Material for this task:
****

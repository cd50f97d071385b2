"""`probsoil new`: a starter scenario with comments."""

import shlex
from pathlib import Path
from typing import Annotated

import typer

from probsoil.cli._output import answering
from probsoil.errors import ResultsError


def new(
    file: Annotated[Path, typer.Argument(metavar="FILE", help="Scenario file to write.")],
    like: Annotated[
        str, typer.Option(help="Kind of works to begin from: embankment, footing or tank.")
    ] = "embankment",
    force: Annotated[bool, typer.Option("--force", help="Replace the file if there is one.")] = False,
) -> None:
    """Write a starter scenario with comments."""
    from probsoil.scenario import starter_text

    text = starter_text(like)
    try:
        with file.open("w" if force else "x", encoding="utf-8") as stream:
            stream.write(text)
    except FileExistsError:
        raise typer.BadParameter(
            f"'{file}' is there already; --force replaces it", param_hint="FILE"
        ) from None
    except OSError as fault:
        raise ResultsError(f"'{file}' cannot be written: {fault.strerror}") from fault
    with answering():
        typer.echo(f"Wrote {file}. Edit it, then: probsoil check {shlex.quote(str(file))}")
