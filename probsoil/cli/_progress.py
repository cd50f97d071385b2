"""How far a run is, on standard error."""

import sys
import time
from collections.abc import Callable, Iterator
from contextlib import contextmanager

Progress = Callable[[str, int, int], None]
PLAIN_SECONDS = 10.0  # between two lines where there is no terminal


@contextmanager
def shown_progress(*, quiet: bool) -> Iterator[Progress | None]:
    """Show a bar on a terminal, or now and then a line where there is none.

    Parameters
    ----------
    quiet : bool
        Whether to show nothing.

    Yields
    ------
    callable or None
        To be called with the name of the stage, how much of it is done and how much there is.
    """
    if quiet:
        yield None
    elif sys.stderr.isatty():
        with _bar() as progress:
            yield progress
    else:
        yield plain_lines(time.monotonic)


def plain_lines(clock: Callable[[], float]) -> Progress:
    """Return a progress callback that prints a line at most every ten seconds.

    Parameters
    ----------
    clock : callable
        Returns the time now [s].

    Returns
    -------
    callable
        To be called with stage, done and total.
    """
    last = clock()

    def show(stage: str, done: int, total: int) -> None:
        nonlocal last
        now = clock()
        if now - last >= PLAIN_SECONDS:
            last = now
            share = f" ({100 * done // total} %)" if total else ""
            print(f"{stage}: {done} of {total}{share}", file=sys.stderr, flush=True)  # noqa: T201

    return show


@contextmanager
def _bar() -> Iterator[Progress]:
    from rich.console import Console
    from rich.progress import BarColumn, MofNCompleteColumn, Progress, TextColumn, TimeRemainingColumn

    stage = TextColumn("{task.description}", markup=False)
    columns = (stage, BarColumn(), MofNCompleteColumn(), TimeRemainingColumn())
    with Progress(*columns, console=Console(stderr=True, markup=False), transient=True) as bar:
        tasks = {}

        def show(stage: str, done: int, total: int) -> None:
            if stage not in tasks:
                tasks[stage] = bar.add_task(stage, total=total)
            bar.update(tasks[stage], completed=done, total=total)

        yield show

****

What to produce:
Copy the records above exactly, beginning at the line that contains "there is none." and stopping after the line that contains "if stage not".

Expected output:
    """Show a bar on a terminal, or now and then a line where there is none.

    Parameters
    ----------
    quiet : bool
        Whether to show nothing.

    Yields
    ------
    callable or None
        To be called with the name of the stage, how much of it is done and how much there is.
    """
    if quiet:
        yield None
    elif sys.stderr.isatty():
        with _bar() as progress:
            yield progress
    else:
        yield plain_lines(time.monotonic)


def plain_lines(clock: Callable[[], float]) -> Progress:
    """Return a progress callback that prints a line at most every ten seconds.

    Parameters
    ----------
    clock : callable
        Returns the time now [s].

    Returns
    -------
    callable
        To be called with stage, done and total.
    """
    last = clock()

    def show(stage: str, done: int, total: int) -> None:
        nonlocal last
        now = clock()
        if now - last >= PLAIN_SECONDS:
            last = now
            share = f" ({100 * done // total} %)" if total else ""
            print(f"{stage}: {done} of {total}{share}", file=sys.stderr, flush=True)  # noqa: T201

    return show


@contextmanager
def _bar() -> Iterator[Progress]:
    from rich.console import Console
    from rich.progress import BarColumn, MofNCompleteColumn, Progress, TextColumn, TimeRemainingColumn

    stage = TextColumn("{task.description}", markup=False)
    columns = (stage, BarColumn(), MofNCompleteColumn(), TimeRemainingColumn())
    with Progress(*columns, console=Console(stderr=True, markup=False), transient=True) as bar:
        tasks = {}

        def show(stage: str, done: int, total: int) -> None:
            if stage not in tasks:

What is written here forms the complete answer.